Deep Dark River, King Of The Forest. Album Review.

Liverpool Sound and Vision Rating 8.5/10

An album that resonates in the part of the mind that deals with dreams, imagination and the race memory of what it was once to acknowledge the fables of our land, the legends and myths that come swarming out of the dense mist and catch hold of our words as they attempt to leave our cold mouths, is by its very nature one in which insists upon being taken seriously.

The haunting sound that accompanies a work of art is not to be dismissed, the ability to make the listener feel the encroaching prickle of goose bumps as they set the soul aflame is to be relished. Too often the public finds ways to ignore the evocative, instead playing safe with the senseless and the despairingly bland; as lovers of music, even those who consume as if it was part of their five a day, what needs to be realised is that the haunting is quite often driven by experience, a meeting of minds between the musician and the recipient, the experience shared.

For Deep Dark River that experience is now a three-way street, where once stood the solitary figure of Morgan Rider, the exchange between attitudes and conviction has been taken a stage further by the inclusion of cello player Nathan Morrison, one that brings out the soulful Blues with a greater responsibility that dared be asked by the inquisitive nature that comes from a fan or loving stranger as they approach the King Of The Forest.

Haunting? Indeed!
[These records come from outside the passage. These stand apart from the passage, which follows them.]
:func:`districting.intake.read_settings` checks every key of a project file against
:data:`SCHEMA` (unknown tables and keys are errors that suggest the nearest valid name;
wrong kinds and out-of-range values are errors that say what to write), and the key
reference in DEVELOPERS.md ("Project file (TOML)") is :func:`reference_markdown` of the
same table, so the documentation and the checks cannot drift apart (a test compares them).
Relations between keys (min below max utilization, plan_year among years...) are checked
in :mod:`districting.intake.settings`; their rule is stated in the keys' help here.

``python -m districting.intake.schema`` prints the reference.
"""

from __future__ import annotations

import difflib
import math
import unicodedata
from collections.abc import Mapping
from dataclasses import dataclass, field

from ..travel.measures import MEASURES

__all__ = ["Key", "Table", "SCHEMA", "KINDS", "MAX_SHARE", "check_value", "suggest",
           "table_of", "reference_markdown", "default", "example"]

#: What each kind of value must be, in words, and an example of it.
KINDS: dict[str, tuple[str, str]] = {
    "text": ("text", '"name"'),
    "path": ("a file path (text, relative to the project file)", '"town.gpkg"'),
    "id": ("an id (text)", '"U0412"'),
    "int": ("a whole number", "2027"),
    "number": ("a number", "0.9"),
    "choice": ("one of the listed words", '"rook"'),
    "years": ("a list of years (whole numbers)", "[2027, 2028]"),
    "names": ("a list of names (text)", '["elementary", "middle"]'),
    "level_number": ("a table of level = number", "{ high = 15000 }"),
    "level_int": ("a table of level = whole number", "{ elementary = 6 }"),
    "level_text": ("a table of level = column name", '{ elementary = "zone_el" }'),
    "level_option": ("a table of level = saved option name",
                     '{ elementary = "Option A" }'),
    "bool": ("true or false", "true"),
}
#: Utilization is a share of capacity; above this it was surely written as a percentage.
#: 2.0 (200 %) is a choice of ours, far above the crowding any district plans for.
MAX_SHARE = 2.0
_YEARS = (1900, 2200)  # a year outside these was mistyped (27 for 2027)


@dataclass(frozen=True)
class Key:
    """One key of a table: its kind, default, allowed range and meaning."""

    kind: str
    help: str
    default: object = None  # None: not set unless written
    required: bool = False
    low: float | None = None
    high: float | None = None
    low_open: bool = False  # the bound itself is not allowed
    high_open: bool = False
    choices: tuple[str, ...] = ()
    share: bool = False  # a share of capacity (0.9 = 90 %)

    def allowed(self) -> str:
        """The allowed values in words ("" when any value of the kind goes)."""
        if self.choices:
            return " or ".join(f'"{c}"' for c in self.choices)
        if self.low is None and self.high is None:
            return ""
        if self.low is not None and self.high is not None and not (self.low_open
                                                                    or self.high_open):
            return f"from {self.low:g} to {self.high:g}"
        words = []
        if self.low is not None:
            words.append(f"{'above' if self.low_open else 'at least'} {self.low:g}")
        if self.high is not None:
            words.append(f"{'below' if self.high_open else 'at most'} {self.high:g}")
        return " and ".join(words)


@dataclass(frozen=True)
class Table:
    """One table of the project file; ``array`` for [[locks]]-style arrays of tables."""

    help: str
    keys: dict[str, Key] = field(default_factory=dict)
    required: bool = False
    array: bool = False


def _source(what: str) -> dict[str, Key]:
    return {"source": Key("path", f"file of the {what} (GeoPackage, GeoJSON, zipped Shapefile, "
                          "FlatGeobuf)", required=True),
            "layer": Key("text", "layer name (needed when the file holds several layers)")}


def _pairs(what: str) -> Table:
    return Table(f"{what}; one [[...]] entry per unit", array=True, keys={
        "level": Key("id", "school level", required=True),
        "unit": Key("id", "planning unit id", required=True),
        "site": Key("id", "site id", required=True),
    })


def _util(help_: str, default: float, high: float, low_open: bool = False) -> Key:
    return Key("number", help_, default, low=0.0, high=high, low_open=low_open, share=True)


SCHEMA: dict[str, Table] = {
    "project": Table("the project", required=True, keys={
        "name": Key("text", "shown on maps and packets (default: the file's name)"),
        "current_year": Key("int", "the year of today's counts and zones", required=True,
                            low=_YEARS[0], high=_YEARS[1]),
        "years": Key("years", "projected years, each after current_year; capacity must "
                     "hold in each", required=True, low=_YEARS[0], high=_YEARS[1]),
        "plan_year": Key("int", "the year new zones take effect, one of years (default: "
                         "the first)", low=_YEARS[0], high=_YEARS[1]),
        "levels": Key("names", "school levels, each named once",
                      ["elementary", "middle", "high"]),
        "store": Key("path", "GeoPackage of saved options (default: <file name>.options.gpkg)"),
    }),
    "units": Table("planning units (polygons)", required=True, keys={
        **_source("planning units"),
        "id": Key("text", "column of the unit ids", "unit_id"),
        "counts": Key("text", "column name template of student counts; holds {year} (and "
                      "{level} with several levels)", "{level}_{year}"),
        "point_x": Key("text", "column of a population-weighted point's x (with point_y)", ""),
        "point_y": Key("text", "column of a population-weighted point's y (with point_x)", ""),
    }),
    "counts": Table("student counts from a CSV joined on the unit id (optional)", keys={
        "source": Key("path", "CSV file, one row per unit", required=True),
        "id": Key("text", "column of the unit ids", "unit_id"),
    }),
    "sites": Table("school sites (points)", required=True, keys={
        **_source("school sites"),
        "id": Key("text", "column of the site ids", "site_id"),
        "name": Key("text", "column of the school names", "name"),
        "level": Key("text", "column of the school level", "level"),
        "capacity": Key("text", "column of the capacity (students)", "capacity"),
        "status": Key("text", "column of the status: open, closing, new, candidate, closed",
                      "status"),
        "min_util": Key("text", "column of a site's own minimum utilization (optional)", ""),
        "max_util": Key("text", "column of a site's own maximum utilization (optional)", ""),
    }),
    "zones": Table("today's attendance zone of each unit, per level (site ids)", keys={
        "source": Key("path", "file holding the zone columns (may be the units' file)",
                      required=True),
        "layer": Key("text", "layer name (needed when the file holds several layers)"),
        "id": Key("text", "column of the unit ids", "unit_id"),
        "columns": Key("level_text", "level = column of today's site id", {}),
    }),
    "barriers": Table("lines that cut adjacency (river, highway, rail)",
                      keys=_source("barrier lines")),
    "bridges": Table("points or short lines that keep a pair connected across a barrier",
                     keys=_source("bridges")),
    "streets": Table("street centrelines (lines) for travel along streets; streets meet only "
                     "at a shared vertex", keys={
        **_source("street lines"),
        "max_access": Key("number", "metres from a unit's point or a site to its nearest "
                          "street beyond which the check names it (500: our choice, a "
                          "few blocks)", 500.0, low=0.0),
    }),
    "adjacency": Table("which units are neighbours", keys={
        "contiguity": Key("choice", "rook: a shared border; queen: a shared corner is enough",
                          "rook", choices=("rook", "queen")),
        "links": Key("path", "CSV of manual links: unit_a, unit_b, action (add | remove)"),
    }),
    "solve": Table("defaults of every run (a run may override them)", keys={
        "max_utilization": _util("highest share of capacity a school may fill, each year "
                                 "(1.0 = 100 %)", 1.0, MAX_SHARE, low_open=True),
        "min_utilization": _util("lowest share of capacity of an open school, at most "
                                 "max_utilization", 0.0, 1.0),
        "stability_weight": Key("number", "metres of travel charged per student moved from "
                                "today's school", 0.0, low=0.0),
        "keep_option_weight": Key("number", "metres of travel charged per student moved away "
                                  "from the option being edited, when a rerun starts from a "
                                  "saved option (0 = a free rerun)", 3000.0, low=0.0),
        "gap": Key("number", "relative optimality gap to prove (1e-4 = 0.01 %)", 1e-4,
                   low=0.0, high=1.0, high_open=True),
        "time_limit": Key("number", "seconds per solve; the best plan found is kept; 0 = no "
                          "limit", 60.0, low=0.0),
        "solver": Key("text", "\"highs\"; \"scip-tree\" (one SCIP branch-and-cut "
                      "tree, opt-in); or any solver name Pyomo drives", "highs"),
        "travel": Key("choice", "how travel is measured: along streets, around barriers "
                      "crossing only at bridges, or the straight line (default: streets "
                      "when the project has [streets], else barrier-aware)",
                      choices=MEASURES),
        "travel_matrix": Key("path", "CSV unit_id, site_id, cost (replaces distances)"),
        "max_moved": Key("number", "students allowed to change school; 0 = no limit", 0.0,
                         low=0.0),
        "max_distance": Key("level_number", "level = longest travel in metres; 0 = no "
                            "limit", {}, low=0.0),
        "open_count": Key("level_int", "level = number of open sites when some are "
                          "candidates", {}, low=1),
    }),
    "feeders": Table("feeder patterns between levels (optional): whose zones stand for a "
                     "level, and the levels solved against a neighbouring level's zones", keys={
        "zones": Key("level_option", "level = saved option whose zones stand for that level "
                     "in feeder tables and feeder rules (default: today's zones)", {}),
        "whole": Key("names", "levels solved with whole feeding: every zone of the level "
                     "below (held fixed) lies inside one zone of this level", []),
        "nested": Key("names", "levels solved nested: every zone of this level lies inside "
                      "one zone of the level above (held fixed)", []),
        "max_splits": Key("level_int", "level (one of whole) = splits allowed: each school "
                          "of the level below feeds at most 1 + this many schools of it (0: "
                          "whole feeding)", {}, low=0),
    }),
    "walking": Table("walking distance per level and the rules on walkers and transport "
                     "(distances along the run's travel measure)", keys={
        "distance": Key("level_number", "level = metres within which students walk to "
                        "school; students beyond it need transport; 0 = no walk zone "
                        "(default 1,600 / 2,400 / 3,200 m: common practice in many "
                        "districts, from memory; the district's policy and local law "
                        "decide)", {"elementary": 1600.0, "middle": 2400.0, "high": 3200.0},
                        low=0.0),
        "keep_walkers": Key("bool", "a unit within walking distance of an open school stays "
                            "in the zone of such a school", False),
        "max_transported": Key("level_number", "level = most students (plan year) living "
                               "beyond walking distance of their school; 0 = no limit", {},
                               low=0.0),
        "transport_charge": Key("number", "metres of travel charged per (plan-year) student "
                                "living beyond walking distance of their school; 0 = none",
                                0.0, low=0.0),
    }),
    "groups": Table("student groups per unit (e.g. meal support), kept near the district's "
                    "share in every open school", keys={
        "columns": Key("names", "column name templates of each group's students, read from "
                       "the units layer or the counts CSV like the counts template: with "
                       "{year}, the band holds in every projected year; without it, the "
                       "column is the plan year's ({level} with several levels)", []),
        "band_points": Key("number", "percentage points a school's share of a group may "
                           "differ from the district's share of that level; 0 = shares "
                           "reported, no band", 0.0, low=0.0, high=100.0),
    }),
    "locks": _pairs("units the board has decided: unit goes to site"),
    "forbids": _pairs("unit may not go to site"),
}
But there is more to this set of new songs than just evoking spirits and seeing the spectral visions congregate in belief, songs such as Starfire, The Inferno, Doom Must Come To Pass and Bloodied And Uncrowned play with the idea of the duo’s outlook on life, the need to implore that the King of the Forest is humanity itself but one that is a temporary position, for the way we abuse the sanctity of the world means we have lost our perspective, our meaning, we may sit on the biggest branch but what does that mean when we constantly finds ways to cut the limbs off around us.

A perfect match, to take the abundantly spiritual sound of Morgan Rider and infuse it with the duo dynamic, the listener can ask for nothing more, sweet, sensual, haunting, all that you would expect when you go into the forest to explore a new sense of rhythm.

Deep Dark River release King Of The Forest on June 21st.